Earlier this year a research-based report entitled “What’s next for ITIL and Service Management” was produced by the Service Futures Group (www.service-futures.org). It stated that “ITIL implementation is largely influenced by the perception, motives and attitudes of those involved. ITIL is less likely to be successful if it is implemented purely as a way of managing processes and far more likely to be successful if it is implemented as an initiative to change the entire ethos of the IT Department and to deliver benefits to the organisation as a whole”.

The areas that need attention for ITIL to be adopted successfully are people, process
and product. Organisations frequently focus on process and product, but the people aspect is often restricted to ITIL foundation training for IT staff, with little emphasis on the need to adopt a service ethos. Without sufficient attention to people, some ‘quick wins’ can be missed entirely – I call it applying the ‘human touch’.

People are key to differentiating between perceived success and failure. Changing the service ethos of the IT Department is about making the customer feel in control of the business, with IT providing services at their request and in an appropriate manner and language.

Remember that people (your service desk staff) provide the customer with the first impression of service and establish the baseline for service quality. People take ownership of issues and take action to avoid service degradation. People review trends in service performance and establish meaningful metrics. People also coach staff on performance to goals.

Too often service desk mentality sees customers and consumers of services as potential problem providers. The staff that man service desks respond to problems and incidents and are typically trained by and part of the IT infrastructure. The understanding of the business departments that the service desk supports is all too often very limited. This needs to be reversed with a high percentage of the staff in direct service functions having real knowledge of the business and IT management continually refining the support processes so that they are business driven.

The new V3 release of ITIL has moved much closer to embracing business value but it still uses acronyms and terms that the business does not immediately relate to. Delivering
service with a ‘human touch’ requires that the service teams embrace the business language and fully understand the needs of their customers.

What can be done to break down barriers between IT and other departments? IT can work to increase its status and humanise its approach. This doesn’t require a radical change of process. Instead, IT needs to interact more with its customers. I recently heard the relayed experience of the CIO of a large insurance company. He turned around the perception of the IT department, from abysmal to award-winning for service excellence within six months, with no extra money, new systems, nor the need to radically
change process. Instead, he mapped out the most influential business managers within the organisation and instructed his most customer-focused IT staff to visit them on a daily basis to check that they were being adequately supported.

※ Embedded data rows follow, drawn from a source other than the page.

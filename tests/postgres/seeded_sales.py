# SPDX-License-Identifier: MIT
"""One seeded table of sales, loaded into SQLite and into PostgreSQL alike.

Three shops in three zones (a northern and a southern daylight-saving rule and
a half-hour one), a few items each, three years of sales with extra rows on the
nights the clocks change. Every row carries its time three ways:

    ts_text  TEXT as shops export it: UTC 'YYYY-MM-DD HH:MM[:SS]', ISO 8601
             with 'T' and 'Z' and milliseconds, or local with its '+HH:MM'
    ts       the instant: PostgreSQL timestamptz; in SQLite the Unix seconds x
    local    the shop's wall-clock time: PostgreSQL timestamp, SQLite TEXT
    day      the shop's local date: PostgreSQL date, SQLite TEXT

x is the instant in Unix seconds (REAL, with the milliseconds) in both, the x
of the trend statistics; dow is the local ISO weekday (Python's
isoweekday()), a season; amount has NULLs, negative returns, cents, values
near 1e12 and near 1e-7 (so an inexact sum shows); qty is an integer.
Times are unique, so every order by x or ts is total.
"""
import contextlib
import datetime
import io
import random
import zoneinfo

SHOPS = (("denver", "America/Denver"), ("adelaide", "Australia/Adelaide"), ("kolkata", "Asia/Kolkata"))
ITEMS = ("tea", "coffee", "cocoa", "chai", "matcha")
START = datetime.datetime(2024, 1, 1, tzinfo=datetime.timezone.utc)
SPAN = 3 * 365 * 86400
COLUMNS = ("id", "shop", "zone", "item", "ts_text", "ts", "local", "day", "x", "qty", "amount", "dow")

PG_TABLE = """CREATE TABLE {name} (id integer PRIMARY KEY, shop text NOT NULL, zone text NOT NULL,
    item text NOT NULL, ts_text text NOT NULL, ts timestamptz NOT NULL, local timestamp NOT NULL,
    day date NOT NULL, x float8 NOT NULL, qty bigint NOT NULL, amount float8, dow integer NOT NULL)"""
SQLITE_TABLE = """CREATE TABLE {name} (id INTEGER PRIMARY KEY, shop TEXT, zone TEXT, item TEXT,
    ts_text TEXT, ts REAL, local TEXT, day TEXT, x REAL, qty INTEGER, amount REAL, dow INTEGER)"""


def transitions(zone, years=(2024, 2025, 2026)):
    """The UTC instants (Unix seconds) at which the zone's offset changes, found hour by hour."""
    tz = zoneinfo.ZoneInfo(zone)
    found = []
    for year in years:
        t = datetime.datetime(year, 1, 1, tzinfo=datetime.timezone.utc)
        end = datetime.datetime(year + 1, 1, 1, tzinfo=datetime.timezone.utc)
        previous = t.astimezone(tz).utcoffset()
        while t < end:
            t += datetime.timedelta(hours=1)
            offset = t.astimezone(tz).utcoffset()
            if offset != previous:
                found.append(int(t.timestamp()))
            previous = offset
    return found


def text_forms(instant, tz, rng):
    """ts_text: one of the forms SQLite's date functions read, for the same instant."""
    ms = instant.microsecond // 1000
    form = rng.randrange(4)
    if form == 0:
        text = instant.strftime("%Y-%m-%d %H:%M:%S") + (f".{ms:03d}" if ms else "")
    elif form == 1:
        text = instant.strftime("%Y-%m-%dT%H:%M:%S") + f".{ms:03d}Z"
    elif form == 2:
        local = instant.astimezone(tz)
        offset = local.utcoffset().total_seconds() // 60
        sign = "+" if offset >= 0 else "-"
        offset = abs(int(offset))
        text = local.strftime("%Y-%m-%d %H:%M:%S") + (f".{ms:03d}" if ms else "") + f"{sign}{offset // 60:02d}:{offset % 60:02d}"
    else:
        text = instant.strftime("%Y-%m-%d %H:%M") if instant.second == 0 and not ms else \
            instant.strftime("%Y-%m-%d %H:%M:%S") + (f".{ms:03d}" if ms else "")
    return text


def amount_of(rng):
    kind = rng.random()
    if kind < 0.01:
        return None
    if kind < 0.02:
        return 1e12 + rng.randrange(100) / 100
    if kind < 0.03:
        return rng.randrange(1, 1000) * 1e-7
    if kind < 0.06:
        return -rng.randrange(100, 5000) / 100
    return rng.randrange(50, 20000) / 100


def generate(rows=120_000, seed=20261204):
    """The rows as tuples in COLUMNS order, with Python values."""
    rng = random.Random(seed)
    zones = {zone: zoneinfo.ZoneInfo(zone) for _, zone in SHOPS}
    busy = {zone: transitions(zone) for _, zone in SHOPS}
    taken = set()
    result = []
    base = int(START.timestamp()) * 1000
    while len(result) < rows:
        shop, zone = SHOPS[len(result) % len(SHOPS)]
        if rng.random() < 0.05 and busy[zone]:
            # within six hours of a change of the clocks
            ms = (rng.choice(busy[zone]) + rng.randrange(-6 * 3600, 6 * 3600)) * 1000
        else:
            ms = base + rng.randrange(SPAN) * 1000
        if rng.random() < 0.25:
            ms += rng.randrange(1, 1000)
        if ms in taken:
            continue
        taken.add(ms)
        instant = datetime.datetime.fromtimestamp(ms / 1000, datetime.timezone.utc).replace(
            microsecond=(ms % 1000) * 1000)
        tz = zones[zone]
        local = instant.astimezone(tz)
        local_text = local.strftime("%Y-%m-%d %H:%M:%S") + (f".{ms % 1000:03d}" if ms % 1000 else "")
        result.append((len(result) + 1, shop, zone, rng.choice(ITEMS), text_forms(instant, tz, rng),
                       instant, local_text, local.date().isoformat(), ms / 1000, rng.randrange(1, 21),
                       amount_of(rng), local.isoweekday()))
    return result


def load_sqlite(connection, rows, name="sales"):
    connection.execute(SQLITE_TABLE.format(name=name))
    connection.executemany(f"INSERT INTO {name} VALUES ({','.join('?' * len(COLUMNS))})",
                           [r[:5] + (r[8],) + r[6:] for r in rows])
    connection.commit()


@contextlib.contextmanager
def sqlite_sales(rows):
    """A SQLite connection with the built almanac loaded and the rows in `sales`."""
    from conftest import connect
    connection = connect()
    try:
        load_sqlite(connection, rows)
        yield connection
    finally:
        connection.close()


def pg_copy_text(rows):
    """The rows in COPY's text format; floats in Python's shortest round-trip form (repr)."""
    out = io.StringIO()
    for r in rows:
        fields = []
        for value in r:
            if value is None:
                fields.append("\\N")
            elif isinstance(value, float):
                fields.append(repr(value))
            elif isinstance(value, datetime.datetime):
                fields.append(value.isoformat(" "))
            else:
                fields.append(str(value))
        out.write("\t".join(fields) + "\n")
    out.seek(0)
    return out


def load_postgres(connection, rows, name="sales", create=True):
    with connection.cursor() as cursor:
        if create:
            cursor.execute(PG_TABLE.format(name=name))
        cursor.copy_expert(f"COPY {name} ({', '.join(COLUMNS)}) FROM STDIN", pg_copy_text(rows))
        cursor.execute(f"ANALYZE {name}")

As there are now several service desk tools that can claim to tick all or most of the boxes in relation to ITIL processes, organizations would do well to remember the primary reasons for their purchase: to improve the perception of IT service provision and increase
customer satisfaction.

If a SelfService portal is available to the customer, it should allow them to raise their requests in business only language, explaining the options and possibly costs in a way that makes sense. IT staff should also be aware of the services that are most important to the customer at the point when incidents are logged and requests prioritised appropriately.

Finally, the customer’s satisfaction level needs to be visible. Is the customer happy, or unhappy with the way their requests have been handled? This information prepares IT staff when interacting with the customer and enables them to offer a better service and focus on the human touch.